Missing values and PCa Flashcards
What is MAR, MCAR, MNAR and what are examples of them?
MAR = missing at random. When missing values are associated with a feature. Example, medical dataset where the reportings are lower for the observations in age group “younger patients”.
MCAR: Missing completely at random. when the likelihood of missing values are the same for each class. Example, it could be that the data was destroyed by chance (lab result not working or so).
MNAR: Missing not at random, when there is a systematic missing of values. Medical dataset, when healty patients tend to not report.
What are strategies for handling missing data and pros and cons of these?
Imputation by mean/median/mode. This is efficient when the missing data does not amount to a large proportion of the dataset. When we have MCAR. This can reduce the variability of the data.
KNN: using several features (or all?) to determine what the values should be. The choice of k is important. This might. be computationally not efficient.
Regression imputation: using regression techniques to fit the missing values. this might however overfit and underestimate the variability of the data.
Explain how PCA works and why this is interesting to use.
PCA = principal component analysos. The main idea is that we can use linear combinations of the p original features to create fewer M (M<p). So we can use fewer features - but still use all variables.
So we want to keep as few variables as possible, to as much information as possible.
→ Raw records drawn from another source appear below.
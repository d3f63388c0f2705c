//! Molecules as graphs: perception, canonical order, stereo claims and keys.
//!
//! This crate knows no file format. A reader fills a [`MoleculeBuilder`].
#![forbid(unsafe_code)]

mod atom;
mod bond;
mod builder;
mod canonical;
mod cip;
mod claims;
mod drawn;
mod element;
mod formula;
mod kekule;
mod key;
mod limits;
mod mass;
mod matching;
mod mesomer;
mod molecule;
mod order;
mod polyhedron;
mod revision;
mod rings;
mod rows;
mod skeleton;
#[cfg(test)]
mod sketch;
mod stereo;
mod tautomer;
mod unsaturation;

pub use crate::{
    atom::Atom,
    bond::BondOrder,
    builder::{BuildError, MoleculeBuilder},
    canonical::{
        Arrangement, Canonical, CanonicalForm, Dropped, FormAtom, FormStereo, Identity, Mark,
        NormalAtom, NormalBond, NormalForm, OrderError, Orderer, Remark, StereoElement,
        arrangement,
    },
    cip::{Label, Labelling},
    drawn::{
        DrawnCoordination, DrawnStereo, GroupKind, Ligand, Parity, Polyhedron, Shape, StereoGroup,
    },
    element::{Element, Nuclide},
    formula::Formula,
    kekule::PiDemand,
    key::{KEY_VERSION, Key},
    limits::Limits,
    mass::{Mass, MassError, average_mass, monoisotopic_mass},
    molecule::Molecule,
    order::{GraphError, GraphOrder, GraphOrderer},
    revision::{Revised, Revision},
    stereo::Undrawable,
    tautomer::{Tautomer, TautomerAtom},
    unsaturation::Unsaturation,
};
How do PCA and K-means clustering contribute to outlier detection, and what are the key considerations in evaluating their performance for identifying outliers in a dataset? Discuss the strengths and limitations of each method in the context of outlier detection, and provide insights into scenarios where one approach might outperform the other
PCA is a linear combination that aims to find the combination that explains the most of the variance. it is sensitive to scale => normalization to ensure that all variables contribute equally.
PCA captures underlying patterns such it can notice outliers that do not follow these patterns.
They are particularly used when we have a linear dataset.
K-means uses the closeness of data points to the cluster means. Outliers the ones considered to be the most far away for the cluster centers (means). this method is also sensitive to scales. Outliers are determined based on the deviation from the centers.
It is suitable for datasets with distinct clusters.